AI didn’t enter our lives as a dramatic takeover. It slipped in as a helper.

Draft this. Summarise that. Check my logic. Improve my tone.

But as generative AI becomes embedded in how we learn and work, researchers are beginning to ask a deeper question — not about productivity or plagiarism, but cognition itself.

When we let AI think for us, what happens to our AI thinking skills and our brains?

Recent studies suggest the answer depends less on whether we use AI — and more on when we use it.

The Brain on AI: Less Work, Less Engagement

Earlier this year, researchers at the Massachusetts Institute of Technology (MIT) ran an experiment that went beyond surveys or self-reports. They measured brain activity directly.

Using electroencephalography (EEG), the team recorded neural signals from participants as they wrote essays under different conditions. Some worked unaided. Others used ChatGPT for support — from summarising prompts to generating and refining ideas.

The results were striking.

Participants who relied on AI from the outset showed reduced activity in brain networks linked to deep cognitive processing. Later, when asked about their essays, they struggled to quote or recall their own arguments — even though the writing itself appeared competent.

The researchers warned of a “pressing matter” around potential declines in learning skills if AI is used as a cognitive substitute rather than an aid.

At first glance, the conclusion seemed bleak: AI makes thinking easier — and that might be the problem.

But buried in the data was a crucial detail that changes the entire narrative.

The Group That Broke the Pattern

One group in the MIT study was required to complete the task without AI first. They struggled, planned, wrote, and wrestled with the problem unaided. Only later were they given access to generative AI.

When they used it, something unexpected happened.

Their neural activity increased.

Instead of offloading thought, these participants treated AI as a high-level editor — using it to refine structure, challenge phrasing, and polish arguments they had already formed. The heavy thinking had already occurred. AI amplified effort instead of replacing it.

In effect, they turned the shortcut back into a tool.

This “second group” reveals the real issue isn’t AI itself, but premature delegation. When AI enters before mental struggle, it suppresses cognition. When it enters after, it can deepen understanding.

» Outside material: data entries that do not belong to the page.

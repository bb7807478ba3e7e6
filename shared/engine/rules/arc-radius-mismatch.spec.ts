import { describe, test } from 'vitest';
import { checkRule } from '../testing/check-rule';
import { arcRadiusMismatch } from './arc-radius-mismatch';

describe('arc-radius-mismatch', () => {
  test('flags an end that lies off the circle by more than the controller allows', () => {
    // By hand: start radius 10, end radius |(0, 10.5)| = 10.5, 0.5 apart.
    checkRule(
      arcRadiusMismatch,
      {},
      `
G21 G90 G54 G17
G0 X10 Y0
G3 X0 Y10.5 I-10 J0 F500
   ^^^^^^^^^^^^^^^^ arc-radius-mismatch: The arc starts 10 mm (0.394 in) from its centre and ends 10.5 mm (0.413 in) from it, 0.5 mm (0.0197 in) apart; this controller allows 0.013 mm (0.0005 in).
M30
`,
    );
  });

  test('stays silent on an arc rounded to three decimals, as posts write them', () => {
    checkRule(
      arcRadiusMismatch,
      {},
      `
G21 G90 G54 G17
G0 X7.071 Y7.071
G3 X-7.071 Y7.071 I-7.071 J-7.071 F500
G20
G2 X-.2784 Y-.2784 I.2784 J-.2784 F50
M30
`,
    );
  });
});
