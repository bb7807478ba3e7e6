import { reportProblem } from './report-problem';
import { defineRule } from './rule';

/** A bracket inside a comment: for most controllers the comment ends too early. */
export const nestedComment = defineRule({
  id: 'nested-comment',
  group: 'reading',
  title: 'A bracket inside a comment',
  severity: 'stop',
  protects: 'The run from a comment whose end is read as code.',
  explanation:
    'A comment may not hold “(” (NISTIR 6556, 3.2.4). Many controllers end the comment at the first “)” and carry out or refuse what is left of it. Behind a semicolon brackets do no harm.',
  examples: {
    bad: 'G21 G90 G54\n(POCKET (ROUGH) PASS)\nM30',
    good: 'G21 G90 G54\n(POCKET, ROUGH PASS)\n; POCKET (ROUGH)\nM30',
  },
  word: () => ({
    message: 'A “(” stands inside a comment, which for many controllers ends at the first “)”.',
    advice: 'Take the inner brackets out of the comment.',
  }),
  observe: (_shop, report) => reportProblem(report, 'nested-comment', () => ''),
});
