import { LETTER } from '../blocks/block';
import type { Value } from '../expressions/value';
import type { LineWords } from '../lexer/line-words';

const { I, K } = LETTER;
/** Local variables of argument list I, by letter; G, L, N, O and P are never arguments (facts sheet 12.1.7). */
// prettier-ignore
const VARIABLE_OF: Readonly<Record<number, number>> = {
  [LETTER.A]: 1, [LETTER.B]: 2, [LETTER.C]: 3, [LETTER.I]: 4, [LETTER.J]: 5, [LETTER.K]: 6,
  [LETTER.D]: 7, [LETTER.E]: 8, [LETTER.F]: 9, [LETTER.H]: 11, [LETTER.M]: 13, [LETTER.Q]: 17,
  [LETTER.R]: 18, [LETTER.S]: 19, [LETTER.T]: 20, [LETTER.U]: 21, [LETTER.V]: 22, [LETTER.W]: 23,
  [LETTER.X]: 24, [LETTER.Y]: 25, [LETTER.Z]: 26,
};
/** Sets of I, J and K in argument list II. */
const MOST_SETS = 10;

/**
 * The local variables that a G65 block gives. List II has up to ten sets of I, J and K, and a new set begins
 * where their letters no longer ascend; mixed lists take the later word.
 */
export function macroArguments(
  words: LineWords,
  valueOf: (word: number) => Value,
): Map<number, Value> {
  const given = new Map<number, Value>();
  let set = 0;
  let before = -1;
  for (let word = 0; word < words.count; word++) {
    const letter = words.letters[word]!;
    const variable = VARIABLE_OF[letter];
    if (variable === undefined) continue;
    if (letter < I || K < letter) {
      given.set(variable, valueOf(word));
      continue;
    }
    if (letter <= before) set++;
    before = letter;
    if (set < MOST_SETS) given.set(variable + 3 * set, valueOf(word));
  }
  return given;
}
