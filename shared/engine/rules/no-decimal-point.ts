import { text } from './finding-data';
import { reportProblem } from './report-problem';
import { defineRule } from './rule';

/** A whole number that this controller counts in its least increments. */
export const noDecimalPoint = defineRule({
  id: 'no-decimal-point',
  group: 'reading',
  title: 'A length without a decimal point',
  severity: 'hold',
  hold: 'judge',
  protects: 'The work from a move a thousand times too short.',
  explanation:
    'This controller is described as counting numbers without a point in least increments: X10 is then 0.010 mm. The check reads it so. Counts, tool numbers and codes need no point.',
  examples: {
    setup: { controller: { numbers: 'least-increment' } },
    bad: 'G21 G90 G54\nG0 X10\nM30',
    good: 'G21 G90 G54\nG0 X10.\nM30',
  },
  word: (data, lengths) => ({
    message: `${text(data, 'what')} has no decimal point, so this controller counts it in least increments${meaning(data, lengths)}.`,
    advice: 'Write the decimal point if the plain length is meant.',
  }),
  observe: (_shop, report) =>
    reportProblem(report, 'no-decimal-point', (facts) => text(facts, 'letter')),
});

function meaning(
  data: Parameters<typeof text>[0],
  lengths: { length(mm: number): string },
): string {
  const value = data['length'];
  return typeof value === 'number' ? `: ${lengths.length(value)}` : '';
}
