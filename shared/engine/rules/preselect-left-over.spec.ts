import { test } from 'vitest';
import { checkRule } from '../testing/check-rule';
import { preselectLeftOver } from './preselect-left-over';

test('flags another tool left chosen at the end', () => {
  checkRule(
    preselectLeftOver,
    {},
    `
T1 M6
T2
^^ preselect-left-over (hold): The program ends with T2 chosen and not fetched.
G1 X10 F1000
M30
`,
  );
});

test('notes the first tool chosen again for the next part', () => {
  checkRule(
    preselectLeftOver,
    {},
    `
T1 M6
T2
G1 X10 F1000
M6
T1
^^ preselect-left-over (note): The program ends with T1, its first tool, chosen and not fetched.
G1 X20
M30
`,
  );
});

test('allows every choice fetched, T0 and the held tool at the end', () => {
  checkRule(
    preselectLeftOver,
    {},
    `
T1 M6
T2
G1 X10 F1000
M6
T2
T0
M30
`,
  );
});
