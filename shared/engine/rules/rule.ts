import type { MachineState, Observer, Place } from '../interpreter/events';
import type { Extent, FindingData, Severity } from '../report/report';
import type { Shop } from '../shop/shop';

/** One hazard, one file. The file name is the id; the rule reference is generated from these fields. */
export interface Rule {
  readonly id: string;
  readonly group: RuleGroup;
  /** Heading: a statement of the fault, no full stop. */
  readonly title: string;
  readonly severity: Severity;
  /** Severity of an unattended run, where it differs. */
  readonly unattended?: Severity | undefined;
  /** For holds: whether looking at the machine answers it, or judgement. */
  readonly hold?: 'look' | 'judge' | undefined;
  /** One sentence: what gets hurt if this is ignored. */
  readonly protects: string;
  /** Why it is so, what the rule assumes, what it cannot see. */
  readonly explanation: string;
  /** The smallest programs that show it, run as tests against the plain test shop with the given changes. */
  readonly examples: RuleExamples;
  /** Words a finding from its data alone, in the reader's unit. Sentences are whole and carry no line number. */
  readonly word: (data: FindingData, lengths: LengthWords) => Wording;
  readonly observe: (shop: Shop, report: Reporter) => Observer;
  /** What only the comparison of the two readings of `/` blocks shows; called when there are any. */
  readonly compare?:
    ((run: WalkFacts, skipped: WalkFacts, report: FinalReporter) => void) | undefined;
}
/** What of a rule the docs and the client need: all but the code that looks. */
export type RuleReference = Omit<Rule, 'observe' | 'compare' | 'word'>;
/** One reading of a program with `/` blocks, for comparison with the other. */
export interface WalkFacts {
  readonly firstSkippable: Place;
  readonly tools: readonly number[];
  /** Lowest gauge-point and tip z per tool, and the extents, each null when nothing moved. */
  readonly lowest: Readonly<Record<number, number>>;
  readonly extent: Extent | null;
}
export type RuleGroup =
  | 'reading'
  | 'state'
  | 'tools'
  | 'length'
  | 'travel-and-clearance'
  | 'spindle-and-feed'
  | 'arcs-and-cycles'
  | 'unattended'
  | 'tool-change-macro';
export interface RuleExamples {
  /** Deep-merged over the plain test shop's setup document. */
  readonly setup?: object;
  readonly bad: string;
  readonly good: string;
}
export interface Wording {
  readonly message: string;
  readonly advice: string;
}
/** How a sentence writes a length: '34.2 mm (1.346 in)' in the report, one unit for a person's own view. */
export interface LengthWords {
  /** A length, e.g. '34.2 mm (1.346 in)'. */
  length(mm: number): string;
  /** A position on an axis, e.g. 'X 1304.2 mm (51.346 in)'. */
  position(axis: string, mm: number): string;
  /** A feed, e.g. '4800 mm/min (189 in/min)'. */
  feed(mmPerMinute: number): string;
}

/**
 * Whether this walk remembers where it has cut. Few programs ever need it, and remembering costs more than
 * all the rest, so a check walks without; a rule that has to know wants it, and then the walk begins again.
 */
export interface CutMemory {
  readonly isKept: boolean;
  want(): void;
}

/** What a rule says happened in the block now read (or at `at`). */
export interface FindingDraft {
  /** Keys the episode beside rule, tool and work offset: axis and side, body pair, code, word. */
  readonly cause: string;
  /** How bad; the greatest of an episode is its worst place. Default 0 (the first stays the worst). */
  readonly by?: number | undefined;
  readonly at: Place;
  readonly data: FindingData;
  /** Where one rule has two severities, such as length-offset-disagrees. */
  readonly severity?: Severity | undefined;
  readonly unattended?: Severity | undefined;
  /** The tool the finding is about, where it is not the one in the spindle. */
  readonly tool?: number | undefined;
}
export interface Reporter {
  readonly cuts: CutMemory;
  /** Counts the block towards the episode of its cause; blocks, not motions, are counted. */
  found(draft: FindingDraft, state: MachineState): void;
}
/** Reports after the walks are over, when there is no machine state any more. */
export interface FinalReporter {
  found(draft: FindingDraft): void;
}

export function defineRule(rule: Rule): Rule {
  return rule;
}
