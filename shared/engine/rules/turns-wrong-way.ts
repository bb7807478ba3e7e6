import { has, text, toolWords } from './finding-data';
import { defineRule } from './rule';

/** The spindle is started against the hand of the tool. */
export const turnsWrongWay = defineRule({
  id: 'turns-wrong-way',
  group: 'tools',
  title: 'The spindle turns the wrong way for this tool',
  severity: 'stop',
  protects: 'The cutter and the work from edges that rub, and the nut from coming loose.',
  explanation:
    'M3 turns clockwise, M4 counterclockwise (NISTIR 6556, 3.6.2); the tool list says which way the cutter cuts. A spindle that only turns one way is held to it as well. A start at speed zero turns nothing.',
  examples: {
    bad: 'G21 G90 G54\nT1 M6\nS18000 M4\nM30',
    good: 'G21 G90 G54\nT1 M6\nS18000 M3\nM30',
  },
  word: (data) => ({
    message: has(data, 'tool')
      ? `${text(data, 'code')} turns ${wayWords(text(data, 'turning'))}, but ${toolWords(data)} cuts ${wayWords(text(data, 'cuts'))}.`
      : `${text(data, 'code')} turns ${wayWords(text(data, 'turning'))}, which this spindle does not do.`,
    advice: `Write ${text(data, 'turning') === 'cw' ? 'M4' : 'M3'} if that is what is meant, or correct the entry that is wrong.`,
  }),
  observe: (shop, report) => ({
    spindle({ turning, speed, code, place }, state) {
      if (turning === 'off' || speed === 0) return;
      const { tool } = state.held;
      if (tool && tool.turns !== 'never' && tool.turns !== turning) {
        const data = {
          code: startCode(turning),
          turning,
          tool: tool.number,
          name: tool.name,
          cuts: tool.turns,
        };
        report.found({ cause: turning, at: place, data }, state);
      } else if (!shop.setup.machine.spindle.turns.includes(turning)) {
        report.found({ cause: turning, at: place, data: { code, turning } }, state);
      }
    },
  }),
});

function startCode(turning: 'cw' | 'ccw'): string {
  return turning === 'cw' ? 'M3' : 'M4';
}
function wayWords(way: string): string {
  return way === 'cw' ? 'clockwise' : 'counterclockwise';
}
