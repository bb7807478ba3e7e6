import type { OtherCode } from '../blocks/block';
import { codeName, GROUP } from '../blocks/code-groups';
import { hasAxisWord, readTarget, standAt } from './motions';
import { tellProblem, type Run } from './run';
import { LETTER } from '../blocks/block';

/** Codes whose axis words are no end point: tables, scaling, rotation, calls. */
const SETS_ONLY: readonly number[] = [100, 160, 500, 510, 511, 650, 660, 661, 680];
/** Codes that call a subprogram or jump. */
const CALLS: readonly string[] = ['M97', 'M98', 'G65', 'G66', 'G66.1'];

/**
 * A code that this engine gives no meaning. Its axis words are its own unless a motion code stands beside
 * it; if they can be an end point, the walk goes on from there, and the finding says that it was not seen.
 */
export function carryOutUnknown(run: Run, { letter, tenths }: OtherCode): void {
  const { block } = run;
  const what = codeName(letter, tenths);
  const isCall = CALLS.includes(what);
  if (isCall) run.callsMade = true;
  tellProblem(run, 'not-modelled', { code: what }, isCall ? { what, reason: 'call' } : { what });
  if (letter !== 'G' || block.hasGroup(GROUP.motion) || !hasAxisWord(block.seen)) return;
  if (!SETS_ONLY.includes(tenths)) standAt(run, readTarget(run, run.target));
  for (const axis of [LETTER.X, LETTER.Y, LETTER.Z, LETTER.A]) block.seen &= ~(1 << axis);
}
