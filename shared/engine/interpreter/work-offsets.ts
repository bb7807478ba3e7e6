import type { Offsets } from '../shop/setup';

export interface Origin {
  x: number | undefined;
  y: number | undefined;
  z: number | undefined;
  a: number | undefined;
}

/** Work offsets in machine mm, and the two shifts that lie on top of the active one. */
export class WorkOffsets {
  private readonly origins = new Map<string, Origin>();
  /** G92: one shift over all offsets. */
  readonly preset = { x: 0, y: 0, z: 0, a: 0 };
  /** What G92.2 leaves behind for G92.3. */
  readonly presetKept = { x: 0, y: 0, z: 0, a: 0 };
  /** G52. */
  readonly local = { x: 0, y: 0, z: 0, a: 0 };

  constructor(offsets: Offsets) {
    for (const [name, { x, y, z, a }] of Object.entries(offsets.work))
      this.origins.set(name, { x, y, z, a });
  }

  origin(name: string): Origin {
    let origin = this.origins.get(name);
    if (!origin) {
      origin = { x: undefined, y: undefined, z: undefined, a: undefined };
      this.origins.set(name, origin);
    }
    return origin;
  }
}
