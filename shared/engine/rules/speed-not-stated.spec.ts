import { describe, test } from 'vitest';
import { checkRule } from '../testing/check-rule';
import { speedNotStated } from './speed-not-stated';

describe('speed-not-stated', () => {
  test('flags a start when no S word comes before the first feed move', () => {
    checkRule(
      speedNotStated,
      {},
      `
G21 G90 G54
T1 M6
M3
^^ speed-not-stated: M3 starts the spindle, and the program has not said how fast.
G0 X5
G1 X10 F500
M30
`,
    );
  });

  test('stays silent when S stands before, beside or just after the start, and for a second tool', () => {
    checkRule(
      speedNotStated,
      {},
      `
G21 G90 G54
T1 M6
M3
S18000
G1 X10 F500
M5
T2 M6
M3
G1 X20
M30
`,
    );
  });

  test('stays silent on a spindle with one speed', () => {
    checkRule(
      speedNotStated,
      { machine: { spindle: { minRpm: 18000, maxRpm: 18000 } } },
      `
G21 G90 G54
M3
G1 X10 F500
M30
`,
    );
  });
});
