import type { Turning } from '../interpreter/events';
import { text } from './finding-data';
import { defineRule } from './rule';

/** Saved states deeper than this are forgotten, oldest first, as in the walk itself. */
const MOST_SAVED = 32;

/** A restored state that starts the spindle again. */
export const startRepeatedOnRestore = defineRule({
  id: 'start-repeated-on-restore',
  group: 'spindle-and-feed',
  title: 'Restoring the state may start the spindle',
  severity: 'stop',
  protects: 'Whoever reaches in because the spindle was stopped.',
  explanation:
    'Where the setup declares codes that save and restore the state, some controllers bring back the spindle with it. A state saved while the spindle turned and restored after it was stopped may start it without an M3 in sight. Common practice, no source.',
  examples: {
    setup: {
      controller: {
        codes: [
          { code: 'M70', does: 'save-state' },
          { code: 'M72', does: 'restore-state' },
        ],
      },
    },
    bad: 'G21 G90 G54\nT1 M6\nS18000 M3\nM70\nM5\nM72\nM30',
    good: 'G21 G90 G54\nT1 M6\nS18000 M3\nM5\nM70\nM72\nM30',
  },
  word: (data) => ({
    message: `${text(data, 'code')} restores a state that was saved with the spindle turning, and the spindle has been stopped since.`,
    advice:
      'Stop the spindle before the state is saved, and start it again with M3 where it is wanted.',
  }),
  observe: (_shop, report) => {
    const saved: Turning[] = [];
    return {
      deed({ code, does, place }, state) {
        if (does === 'save-state') {
          if (saved.length >= MOST_SAVED) saved.shift();
          saved.push(state.turning);
        }
        if (does !== 'restore-state') return;
        const before = saved.pop();
        if (before === undefined || before === 'off' || state.turning !== 'off') return;
        report.found({ cause: code, at: place, data: { code } }, state);
      },
    };
  },
});
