import { describe, test } from 'vitest';
import { checkRule } from '../testing/check-rule';
import { cutNoFeed } from './cut-no-feed';

describe('cut-no-feed', () => {
  test('flags a feed move before any F word', () => {
    checkRule(
      cutNoFeed,
      {},
      `
G21 G90 G54
G1 X10
^^^^^^ cut-no-feed: G1 moves here, and no feed is in force.
M30
`,
    );
  });

  test('stays silent once a feed is stated, on or before the block', () => {
    checkRule(
      cutNoFeed,
      {},
      `
G21 G90 G54
F500
G1 X10
G0 X0
G1 X20
G2 X30 R5
M30
`,
    );
  });
});
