import type { Block } from '../blocks/block';
import type { BlockDialect } from '../blocks/parse-block';
import type { Grammar } from '../expressions/grammar';
import type { ParameterStore } from '../parameters/parameter-store';
import type { DeclaredCode, Point, Setup } from '../shop/setup';
import type { Shop } from '../shop/shop';
import type { Broadcaster } from './broadcaster';
import type { Motion, Place, Problem, Words } from './events';
import type { Circle, CycleMemory, ProbeResult, SavedState, Target } from './kept';
import type { Offset } from './compensation/offset';
import type { Machine } from './machine';
import type { Unknown } from './unknown-position';
import type { WorkOffsets } from './work-offsets';

/** A stored point of G28 or G30 in machine mm; A in degrees, machine zero where nothing has stored another. */
export type Reference = Point & { readonly a?: number };

/** What every part of the interpreter works on: one walk of one program over one machine. */
export interface Run {
  readonly shop: Shop;
  readonly controller: Setup['controller'];
  readonly dialect: BlockDialect;
  readonly block: Block;
  readonly machine: Machine;
  readonly tell: Broadcaster;
  readonly offsets: WorkOffsets;
  /** Length offsets by number, mm; G10 L1 may change them. */
  readonly lengths: Map<number, number>;
  /** Diameter offsets by number, mm; G10 L1 may change them. */
  readonly diameters: Map<number, number>;
  /** The stored points of G28 and G30; their .1 forms change them. */
  readonly references: { g28: Reference | undefined; g30: Reference | undefined };
  readonly grammar: Grammar;
  readonly parameters: ParameterStore;
  readonly probed: ProbeResult;
  /** What is not known of where the head is, and of the block's words; undefined while all is. */
  unknown: Unknown | undefined;
  /** Whether any motion was carried out at such bounds. */
  movesAtBounds: boolean;
  /** Cutter compensation, where the machine `isOffset`. */
  readonly offset: Offset;
  readonly cycle: CycleMemory;
  /** Scratch, so that motion allocates nothing. */
  readonly motion: Motion;
  readonly target: Target;
  readonly circle: Circle;
  readonly declared: ReadonlyMap<string, readonly DeclaredCode[]>;
  readonly saved: SavedState[];
  /** Work offsets whose missing value has been told. */
  readonly toldUnset: Set<string>;
  /** A G53 or G28 that stood without axis words in the block before, until the next block is known. */
  loneMachineMove: { readonly code: string; readonly place: Place } | undefined;
  /** Whether anything was called, so that blocks after the end may be what was called. */
  callsMade: boolean;
  /** Whether a subprogram is being run, so that M99 returns to what called it. */
  isCalled: boolean;
  /** The end code met, or '' while the program runs; 'endless' where a loop is never left. */
  endedBy: '' | 'M2' | 'M30' | 'M99' | '%' | 'alarm' | 'endless';
  /** Whether the block has been refused part-way, so that nothing more of it is carried out. */
  refused: boolean;
}

export type Facts = Readonly<Record<string, string | number | boolean | null>>;

export function tellProblem(
  run: Run,
  problem: Problem,
  words: Words | undefined,
  facts: Facts,
): void {
  run.tell.problem({ problem, place: run.machine.place(words), facts });
}

/** Tells it and leaves the rest of the block undone. */
export function refuse(run: Run, problem: Problem, words: Words | undefined, facts: Facts): void {
  tellProblem(run, problem, words, facts);
  run.refused = true;
}
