import { test } from 'vitest';
import { checkRule } from '../testing/check-rule';
import { beamMeetsRack } from './beam-meets-rack';

// Parked holders reach up to Z -53 and stand at Y 2535 to 2585.
const beam = (lowest: number) => ({
  machine: {
    bodies: [
      {
        name: 'beam',
        rides: 'gantry',
        box: { min: { y: 80, z: lowest }, max: { y: 240, z: 160 } },
      },
    ],
  },
});

test('flags a beam that is lower than a parked holder, whatever Z does', () => {
  checkRule(
    beamMeetsRack,
    beam(-60),
    `
G21 G90
G53 G0 Z0
G53 G0 Y2300
       ^^^^^ beam-meets-rack (stop)
M30
`,
  );
});

test('allows a beam that clears them, and one that stays in front', () => {
  checkRule(beamMeetsRack, beam(-53), '\nG21 G90\nG53 G0 Y2600\nM30\n');
  checkRule(beamMeetsRack, beam(-60), '\nG21 G90\nG53 G0 Y2295\nM30\n');
});
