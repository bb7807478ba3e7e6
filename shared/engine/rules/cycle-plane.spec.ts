import { test } from 'vitest';
import { checkRule } from '../testing/check-rule';
import { cyclePlane } from './cycle-plane';

test('flags a clearance plane under the depth', () => {
  checkRule(
    cyclePlane,
    {},
    `
G21 G90 G54 G17
G0 Z10
G81 X10 Y10 Z2 R-5 F500
               ^^^ cycle-plane: G81 has its clearance plane at -5 mm (-0.197 in), 7 mm (0.276 in) under its depth of 2 mm (0.0787 in).
G80
M30
`,
  );
});

test('allows a clearance plane above it, in absolute and in incremental coordinates', () => {
  checkRule(
    cyclePlane,
    {},
    `
G21 G90 G54 G17
G0 Z10
G81 X10 Y10 Z-5 R2 F500
G80
G91 G81 X10 Z-7 R-3
G80
G90
M30
`,
  );
});
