import { listed, text } from './finding-data';
import { reportProblem } from './report-problem';
import { defineRule } from './rule';

/** A drill cycle without the words that say how deep and from where. */
export const cycleWordsMissing = defineRule({
  id: 'cycle-words-missing',
  group: 'arcs-and-cycles',
  title: 'A drill cycle lacks its words',
  severity: 'stop',
  protects: 'The run from an alarm, or from a hole drilled with the words of another cycle.',
  explanation:
    'The first block of a cycle needs its depth and R, and P, Q or I, J, K where the cycle uses them (NISTIR 6556, 3.5.16). Blocks that follow under the same cycle keep them; a change to another cycle does not.',
  examples: {
    bad: 'G21 G90 G54 G17\nG0 Z10\nG81 X10 Y10 Z-5 F500\nG80\nM30',
    good: 'G21 G90 G54 G17\nG0 Z10\nG81 X10 Y10 Z-5 R2 F500\nX20\nG80\nM30',
  },
  word: (data) => {
    const letters = [...text(data, 'letters')];
    return {
      message: `${text(data, 'code')} starts without ${letters.length === 1 ? 'its' : 'its words'} ${listed(letters)}${letters.length === 1 ? ' word' : ''}.`,
      advice: `Write ${listed(letters)} into the first block of the cycle.`,
    };
  },
  observe: (_shop, report) =>
    reportProblem(report, 'cycle-words-missing', (facts) => text(facts, 'code')),
});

The difference is sequencing — not capability.

Confidence, Convenience, and Cognitive Drift

This pattern shows up beyond the classroom.

A separate study by Carnegie Mellon University and Microsoft examined how white-collar workers use AI tools like Copilot. Surveying hundreds of professionals and analysing nearly 1,000 AI-assisted tasks, researchers found that higher confidence in AI correlated with lower critical engagement.

The more people trusted the tool, the less they questioned its output.

While AI improved efficiency, it often replaced verification, reflection, and independent judgment — a trade-off that could lead to long-term deskilling if left unchecked.

In short: AI didn’t make people worse at their jobs. It made them less mentally involved in doing them.

Schools Are Already Feeling the Tension

Among students, the cognitive effects are even more visible.

A survey by Oxford University Press found that six in ten schoolchildren felt AI had negatively impacted their academic skills. At the same time, nine in ten said it helped them develop at least one skill, such as revision or creativity.

The contradiction reveals a nuanced reality. AI can support learning — but it can also short-circuit it.

Dr Alexandra Tomescu, a generative AI specialist at OUP, says many students benefit from AI but want clearer guidance. Used well, it can support problem-solving. Used poorly, it makes work “too easy” — stripping away the effort that leads to understanding.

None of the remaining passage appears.